Dynamics of the (spin-) Hall effect in topological insulators and graphene

TL;DR

This paper investigates how strong electric fields affect the (spin-) Hall effect in topological insulators and graphene, revealing quantization breakdown and a conductivity decrease proportional to 1/sqrt{E}.

Contribution

It provides a detailed analysis of the non-equilibrium dynamics of the (spin-) Hall effect under strong electric fields in topological materials.

Findings

Hall conductivity remains quantized under weak fields

Quantization breaks down at strong fields due to Landau-Zener transitions

Conductivity decreases as 1/sqrt{E} in strong electric fields

Abstract

A single two-dimensional Dirac cone with a mass gap produces a quantized (spin-) Hall step in the absence of magnetic field.
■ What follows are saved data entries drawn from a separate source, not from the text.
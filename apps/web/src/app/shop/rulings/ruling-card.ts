import {
  ChangeDetectionStrategy,
  Component,
  computed,
  inject,
  input,
  output,
  signal,
} from '@angular/core';
import { MatButton } from '@angular/material/button';
import { InstantPipe, labelFor, problemText, wordFor } from '@lib/ui';
import { firstValueFrom } from 'rxjs';
import { Intent } from '../../core/api/intent';
import { isProblem } from '../../core/api/problem';
import { Messages } from '../../core/messages/messages';
import { Session } from '../../core/session/session';
import { BearerFigures } from './bearer-figures';
import { OverruleForm } from './overrule-form';
import { type RulingGroup } from './ruling-groups';
import { type Rulings, RulingsApi } from './rulings-api';

/** One decision: the reasons in the order they were weighed, beside the figures of each bearer. */
@Component({
  selector: 'tw-ruling-card',
  imports: [BearerFigures, InstantPipe, MatButton, OverruleForm],
  changeDetection: ChangeDetectionStrategy.OnPush,
  templateUrl: './ruling-card.html',
  styleUrl: './ruling-card.scss',
})
export class RulingCard {
  readonly #api = inject(RulingsApi);
  readonly #messages = inject(Messages);
  protected readonly session = inject(Session);

  readonly rulings = input.required<Rulings>();
  readonly group = input.required<RulingGroup>();
  /** "3 of 5 to decide" */
  readonly progress = input('');
  readonly decided = output<Rulings>();
  readonly outdated = output<void>();

  readonly #intent = new Intent();
  protected readonly busy = signal(false);
  protected readonly overruling = signal(false);

  protected readonly heading = computed(() => {
    const { machine, category, symptom, finding } = this.group().job;
    const what = category ?? (symptom ? wordFor(symptom) : finding);
    return what ? `${machine.bay}: ${what}` : machine.bay;
  });
  protected readonly job = computed(() => {
    const { finding, action, cause } = this.group().job;
    const causeText = cause ? `Cause: ${wordFor(cause)}` : '';
    return [finding, action, causeText].filter(Boolean).join('. ');
  });
  protected readonly closed = computed(() => this.rulings().visit.ticketId !== null);
  protected readonly mayDecide = computed(
    () => !this.closed() && this.session.mayChange('rulings.decide'),
  );
  protected readonly confirmLabel = computed(() => {
    const bearer = this.group().proposed;
    return bearer === 'goodwill' ? 'Give it as goodwill' : `${labelFor(bearer)} bears it`;
  });
  protected readonly labelFor = labelFor;

  protected async confirm(): Promise<void> {
    if (this.busy()) return;
    this.busy.set(true);
    const { visit } = this.rulings();
    const waiting = this.group().lines.filter((line) => line.waiting);
    const lines = waiting.map(({ lineKey, basis }) => ({ lineKey, basis }));
    try {
      const call = this.#api.confirm(visit.id, { lines }, this.#intent.key);
      const rulings = await firstValueFrom(call);
      this.#intent.renew();
      this.decided.emit(rulings);
    } catch (problem) {
      this.#messages.say(problemText(problem));
      if (isProblem(problem) && !problem.unanswered) this.#intent.renew();
      if (isProblem(problem, 'conflict')) this.outdated.emit();
    } finally {
      this.busy.set(false);
    }
  }

  protected overruled(rulings: Rulings): void {
    this.overruling.set(false);
    this.decided.emit(rulings);
  }
}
What happens in strong electric fields? This question is investigated by analyzing time evolution and dynamics of the (spin-) Hall effect. After switching on a longitudinal electric field, a stationary Hall current is reached through damped oscillations. The Hall conductivity remains quantized as long as the electric field (E) is too weak to induce Landau-Zener transitions, but quantization breaks down for strong fields and the conductivity decreases as 1/sqrt{E}. These apply to the (spin-) Hall conductivity of graphene and the Hall and magnetoelectric response of topological insulators.